**WORK REQUEST:** Could you give the whole listing again, exactly as it reads?

**AVAILABLE RECORDS:**
================
"""The results of a comparison: every single one, and what they say together."""

import json
from collections.abc import Iterable
from dataclasses import dataclass
from functools import cached_property
from typing import Any, NamedTuple

import numpy as np
import pyarrow as pa

from mfeat import _checks, locations, storage
from mfeat.significance import Difference, Mean, compare_paired, holm, mean_with_interval

RESULTS = "results.parquet"
COSTS = "costs.parquet"
COMPARISON = "comparison.json"

#: What the names of variants in an ablation begin with.
VARIANT = "minkowski: "

#: Name of the mean over all conditions, beside those of conditions.
ALL = "mean"


def is_variant(name: str) -> bool:
    """Tell whether a descriptor is a variant in an ablation."""
    return name.startswith(VARIANT)


class Paired(NamedTuple):
    """A descriptor against the reference: the difference (reference minus it) and Holm's p."""

    descriptor: str
    condition: str
    difference: Difference
    adjusted_p: float


@dataclass(frozen=True, eq=False)
class Comparison:
    """What `mfeat.compare` found.

    Attributes
    ----------
    out : str
        The folder of the results.
    results : pyarrow.Table
        Every single result: descriptor, classifier, condition, patch_rows, patch_cols, train_size,
        repeat, fold, n_train, n_test, accuracy, balanced_accuracy, n_features, failure.
    costs : pyarrow.Table
        Of each descriptor and patch size: n_features, microseconds a patch, ratio to the reference
        with quartiles, peak_bytes.
    about : dict
        Settings, classes, what was left out.
    """

    out: str
    results: pa.Table
    costs: pa.Table
    about: dict[str, Any]

    def __repr__(self) -> str:
        return (
            f"Comparison({len(self.descriptors)} descriptors, {len(self.conditions)} conditions, "
            f"{len(self.about['classes'])} classes: {self.out})"
        )

    @property
    def descriptors(self) -> list[str]:
        """Names of all that took part, variants of an ablation among them."""
        return list(self.about["record"]["descriptors"])

    @property
    def rivals(self) -> list[str]:
        """Names without the variants of an ablation."""
        return [name for name in self.descriptors if not is_variant(name)]

    @property
    def variants(self) -> list[str]:
        """Names of the variants of an ablation."""
        return [name for name in self.descriptors if is_variant(name)]

    @property
    def reference(self) -> str:
        """The descriptor that the others are compared with."""
        return self.about["reference"]

    @property
    def conditions(self) -> list[str]:
        """Names of the conditions."""
        return self.about["sizes"][0]["conditions"]

    @property
    def classifiers(self) -> list[str]:
        """Names of the classifiers."""
        return list(self.about["record"]["classifiers"])

    @property
    def sizes(self) -> list[tuple[int, int]]:
        """Patch sizes."""
        return [tuple(one["size"]) for one in self.about["sizes"]]

    def train_sizes(self, size: tuple[int, int] | None = None) -> list[int]:
        """Return the numbers of training patches a class at a patch size, by default the first."""
        return self._about_size(size)["train_sizes"]

    def _about_size(self, size: tuple[int, int] | None) -> dict[str, Any]:
        sizes = self.about["sizes"]
        if size is None:
            return sizes[0]
        if isinstance(size, tuple | list) and tuple(size) in self.sizes:
            return sizes[self.sizes.index(tuple(size))]
        raise ValueError(f"size must be one of {', '.join(map(str, self.sizes))}; got {size!r}")

    def splits(
        self,
        descriptor: str,
        condition: str = ALL,
        *,
        classifier: str | None = None,
        size: tuple[int, int] | None = None,
        train_size: int | None = None,
    ) -> np.ndarray:
        """Return the balanced accuracy of each split, in the order of splits.

        Parameters
        ----------
        descriptor : str
        condition : str, default "mean"
            A condition, or "mean" for the mean over all of them.
        classifier : str, optional
            Default the mean over classifiers.
        size : (int, int), optional
            Patch size; default the first.
        train_size : int, optional
            Training patches a class; default the largest.

        Returns
        -------
        ndarray of shape (J,)
            NaN where something failed.

        Raises
        ------
        ValueError
            For what did not take part; variants took part at the largest training size only.
        """
        _checks.choice("descriptor", descriptor, self.descriptors)
        _checks.choice("condition", condition, [*self.conditions, ALL])
        conditions = self.conditions if condition == ALL else [condition]
        classifiers = self.classifiers
        if classifier is not None:
            classifiers = [_checks.choice("classifier", classifier, self.classifiers)]
        known = self.train_sizes(size)[-1:] if is_variant(descriptor) else self.train_sizes(size)
        size = self.sizes[0] if size is None else tuple(size)
        if train_size is None:
            train_size = known[-1]
        _checks.choice("train_size", train_size, known)
        found = [
            self._index[descriptor, one, other, size, train_size]
            for one in classifiers
            for other in conditions
        ]
        return np.mean(found, axis=0)

    @cached_property
    def _index(self) -> dict[tuple, np.ndarray]:
        """Balanced accuracies of all splits by what they are of."""
        names = (
            *("descriptor", "classifier", "condition", "patch_rows", "patch_cols"),
            *("train_size", "balanced_accuracy"),
        )
        ordered = self.results.sort_by([("repeat", "ascending"), ("fold", "ascending")])
        columns = [ordered[name].to_pylist() for name in names]
        known: dict[tuple, list[float]] = {}
        for name, model, condition, rows, cols, train, accuracy in zip(*columns, strict=True):
            key = (name, model, condition, (rows, cols), train)
            known.setdefault(key, []).append(np.nan if accuracy is None else accuracy)
        return {key: np.array(values) for key, values in known.items()}

    def ratio(self, size: tuple[int, int] | None = None, train_size: int | None = None) -> float:
        """Return test patches over training patches of a split, for the corrected variance."""
        about = self._about_size(size)
        largest = about["train_sizes"][-1]
        return about["ratio"] * largest / (largest if train_size is None else train_size)

    def accuracy(self, descriptor: str, condition: str = ALL, **which: Any) -> Mean:
        """Return the mean balanced accuracy with its interval; arguments as for `splits`."""
        ratio = self.ratio(which.get("size"), which.get("train_size"))
        return mean_with_interval(self.splits(descriptor, condition, **which), ratio)

    def against_reference(self, others: Iterable[str], **which: Any) -> list[Paired]:
        """Compare the reference with others, under every condition and their mean.

        Corrected resampled t-test (Nadeau & Bengio 2003), adjusted for the number of comparisons
        by Holm (1979). Arguments as for `splits`.
        """
        ratio = self.ratio(which.get("size"), which.get("train_size"))
        found = []
        for condition in (*self.conditions, ALL):
            own = self.splits(self.reference, condition, **which)
            for other in others:
                if other != self.reference:
                    theirs = self.splits(other, condition, **which)
                    found.append((other, condition, compare_paired(own, theirs, ratio)))
        adjusted = holm(np.array([difference.p for *_, difference in found]))
        return [Paired(*one, float(p)) for one, p in zip(found, adjusted, strict=True)]

    def cost(self, descriptor: str, size: tuple[int, int] | None = None) -> dict[str, Any]:
        """Return the row of `costs` of a descriptor."""
        size = self.sizes[0] if size is None else size
        for row in self.costs.to_pylist():
            own = (row["descriptor"], row["patch_rows"], row["patch_cols"])
            if own == (descriptor, *size):
                return row
        raise KeyError(f"no cost of {descriptor!r} at {size}")

    def failures(self) -> list[tuple[str, str, str, int]]:
        """Return (descriptor, condition, reason, number of results) of all that failed."""
        counts: dict[tuple[str, str, str], int] = {}
        names = ("descriptor", "condition", "failure")
        for key in zip(*(self.results[name].to_pylist() for name in names), strict=True):
            if key[2] is not None:
                counts[key] = counts.get(key, 0) + 1
        return [(*key, count) for key, count in counts.items()]


def read_comparison(path: Any) -> Comparison:
    """Read the results that `mfeat.compare` wrote.

    Parameters
    ----------
    path : path-like or str

    Returns
    -------
    Comparison

    Raises
    ------
    FileNotFoundError
        If there are no complete results.
    """
    place = locations.as_location(path, "path")
    store = storage.output(place)
    if not store.exists(COMPARISON):
        raise FileNotFoundError(f"{place} holds no complete comparison; compare writes one")
    with store.open(COMPARISON) as stream:
        about = json.loads(stream.read())
    tables = []
    for name in (RESULTS, COSTS):
        with store.open(name) as stream:
            tables.append(storage.read_parquet(stream))
    return Comparison(place, *tables, about)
================
**ANSWER FOR THE TASK:**
"""The results of a comparison: every single one, and what they say together."""

import json
from collections.abc import Iterable
from dataclasses import dataclass
from functools import cached_property
from typing import Any, NamedTuple

import numpy as np
import pyarrow as pa

from mfeat import _checks, locations, storage
from mfeat.significance import Difference, Mean, compare_paired, holm, mean_with_interval

RESULTS = "results.parquet"
COSTS = "costs.parquet"
COMPARISON = "comparison.json"

#: What the names of variants in an ablation begin with.
VARIANT = "minkowski: "

#: Name of the mean over all conditions, beside those of conditions.
ALL = "mean"


def is_variant(name: str) -> bool:
    """Tell whether a descriptor is a variant in an ablation."""
    return name.startswith(VARIANT)


class Paired(NamedTuple):
    """A descriptor against the reference: the difference (reference minus it) and Holm's p."""

    descriptor: str
    condition: str
    difference: Difference
    adjusted_p: float


@dataclass(frozen=True, eq=False)
class Comparison:
    """What `mfeat.compare` found.

    Attributes
    ----------
    out : str
        The folder of the results.
    results : pyarrow.Table
        Every single result: descriptor, classifier, condition, patch_rows, patch_cols, train_size,
        repeat, fold, n_train, n_test, accuracy, balanced_accuracy, n_features, failure.
    costs : pyarrow.Table
        Of each descriptor and patch size: n_features, microseconds a patch, ratio to the reference
        with quartiles, peak_bytes.
    about : dict
        Settings, classes, what was left out.
    """

    out: str
    results: pa.Table
    costs: pa.Table
    about: dict[str, Any]

    def __repr__(self) -> str:
        return (
            f"Comparison({len(self.descriptors)} descriptors, {len(self.conditions)} conditions, "
            f"{len(self.about['classes'])} classes: {self.out})"
        )

    @property
    def descriptors(self) -> list[str]:
        """Names of all that took part, variants of an ablation among them."""
        return list(self.about["record"]["descriptors"])

    @property
    def rivals(self) -> list[str]:
        """Names without the variants of an ablation."""
        return [name for name in self.descriptors if not is_variant(name)]

    @property
    def variants(self) -> list[str]:
        """Names of the variants of an ablation."""
        return [name for name in self.descriptors if is_variant(name)]

    @property
    def reference(self) -> str:
        """The descriptor that the others are compared with."""
        return self.about["reference"]

    @property
    def conditions(self) -> list[str]:
        """Names of the conditions."""
        return self.about["sizes"][0]["conditions"]

    @property
    def classifiers(self) -> list[str]:
        """Names of the classifiers."""
        return list(self.about["record"]["classifiers"])

    @property
    def sizes(self) -> list[tuple[int, int]]:
        """Patch sizes."""
        return [tuple(one["size"]) for one in self.about["sizes"]]

    def train_sizes(self, size: tuple[int, int] | None = None) -> list[int]:
        """Return the numbers of training patches a class at a patch size, by default the first."""
        return self._about_size(size)["train_sizes"]

    def _about_size(self, size: tuple[int, int] | None) -> dict[str, Any]:
        sizes = self.about["sizes"]
        if size is None:
            return sizes[0]
        if isinstance(size, tuple | list) and tuple(size) in self.sizes:
            return sizes[self.sizes.index(tuple(size))]
        raise ValueError(f"size must be one of {', '.join(map(str, self.sizes))}; got {size!r}")

    def splits(
        self,
        descriptor: str,
        condition: str = ALL,
        *,
        classifier: str | None = None,
        size: tuple[int, int] | None = None,
        train_size: int | None = None,
    ) -> np.ndarray:
        """Return the balanced accuracy of each split, in the order of splits.

        Parameters
        ----------
        descriptor : str
        condition : str, default "mean"
            A condition, or "mean" for the mean over all of them.
        classifier : str, optional
            Default the mean over classifiers.
        size : (int, int), optional
            Patch size; default the first.
        train_size : int, optional
            Training patches a class; default the largest.

        Returns
        -------
        ndarray of shape (J,)
            NaN where something failed.

        Raises
        ------
        ValueError
            For what did not take part; variants took part at the largest training size only.
        """
        _checks.choice("descriptor", descriptor, self.descriptors)
        _checks.choice("condition", condition, [*self.conditions, ALL])
        conditions = self.conditions if condition == ALL else [condition]
        classifiers = self.classifiers
        if classifier is not None:
            classifiers = [_checks.choice("classifier", classifier, self.classifiers)]
        known = self.train_sizes(size)[-1:] if is_variant(descriptor) else self.train_sizes(size)
        size = self.sizes[0] if size is None else tuple(size)
        if train_size is None:
            train_size = known[-1]
        _checks.choice("train_size", train_size, known)
        found = [
            self._index[descriptor, one, other, size, train_size]
            for one in classifiers
            for other in conditions
        ]
        return np.mean(found, axis=0)

    @cached_property
    def _index(self) -> dict[tuple, np.ndarray]:
        """Balanced accuracies of all splits by what they are of."""
        names = (
            *("descriptor", "classifier", "condition", "patch_rows", "patch_cols"),
            *("train_size", "balanced_accuracy"),
        )
        ordered = self.results.sort_by([("repeat", "ascending"), ("fold", "ascending")])
        columns = [ordered[name].to_pylist() for name in names]
        known: dict[tuple, list[float]] = {}
        for name, model, condition, rows, cols, train, accuracy in zip(*columns, strict=True):
            key = (name, model, condition, (rows, cols), train)
            known.setdefault(key, []).append(np.nan if accuracy is None else accuracy)
        return {key: np.array(values) for key, values in known.items()}

    def ratio(self, size: tuple[int, int] | None = None, train_size: int | None = None) -> float:
        """Return test patches over training patches of a split, for the corrected variance."""
        about = self._about_size(size)
        largest = about["train_sizes"][-1]
        return about["ratio"] * largest / (largest if train_size is None else train_size)

    def accuracy(self, descriptor: str, condition: str = ALL, **which: Any) -> Mean:
        """Return the mean balanced accuracy with its interval; arguments as for `splits`."""
        ratio = self.ratio(which.get("size"), which.get("train_size"))
        return mean_with_interval(self.splits(descriptor, condition, **which), ratio)

    def against_reference(self, others: Iterable[str], **which: Any) -> list[Paired]:
        """Compare the reference with others, under every condition and their mean.

        Corrected resampled t-test (Nadeau & Bengio 2003), adjusted for the number of comparisons
        by Holm (1979). Arguments as for `splits`.
        """
        ratio = self.ratio(which.get("size"), which.get("train_size"))
        found = []
        for condition in (*self.conditions, ALL):
            own = self.splits(self.reference, condition, **which)
            for other in others:
                if other != self.reference:
                    theirs = self.splits(other, condition, **which)
                    found.append((other, condition, compare_paired(own, theirs, ratio)))
        adjusted = holm(np.array([difference.p for *_, difference in found]))
        return [Paired(*one, float(p)) for one, p in zip(found, adjusted, strict=True)]

    def cost(self, descriptor: str, size: tuple[int, int] | None = None) -> dict[str, Any]:
        """Return the row of `costs` of a descriptor."""
        size = self.sizes[0] if size is None else size
        for row in self.costs.to_pylist():
            own = (row["descriptor"], row["patch_rows"], row["patch_cols"])
            if own == (descriptor, *size):
                return row
        raise KeyError(f"no cost of {descriptor!r} at {size}")

    def failures(self) -> list[tuple[str, str, str, int]]:
        """Return (descriptor, condition, reason, number of results) of all that failed."""
        counts: dict[tuple[str, str, str], int] = {}
        names = ("descriptor", "condition", "failure")
        for key in zip(*(self.results[name].to_pylist() for name in names), strict=True):
            if key[2] is not None:
                counts[key] = counts.get(key, 0) + 1
        return [(*key, count) for key, count in counts.items()]


def read_comparison(path: Any) -> Comparison:
    """Read the results that `mfeat.compare` wrote.

    Parameters
    ----------
    path : path-like or str

    Returns
    -------
    Comparison

    Raises
    ------
    FileNotFoundError
        If there are no complete results.
    """
    place = locations.as_location(path, "path")
    store = storage.output(place)
    if not store.exists(COMPARISON):
        raise FileNotFoundError(f"{place} holds no complete comparison; compare writes one")
    with store.open(COMPARISON) as stream:
        about = json.loads(stream.read())
    tables = []
    for name in (RESULTS, COSTS):
        with store.open(name) as stream:
            tables.append(storage.read_parquet(stream))
    return Comparison(place, *tables, about)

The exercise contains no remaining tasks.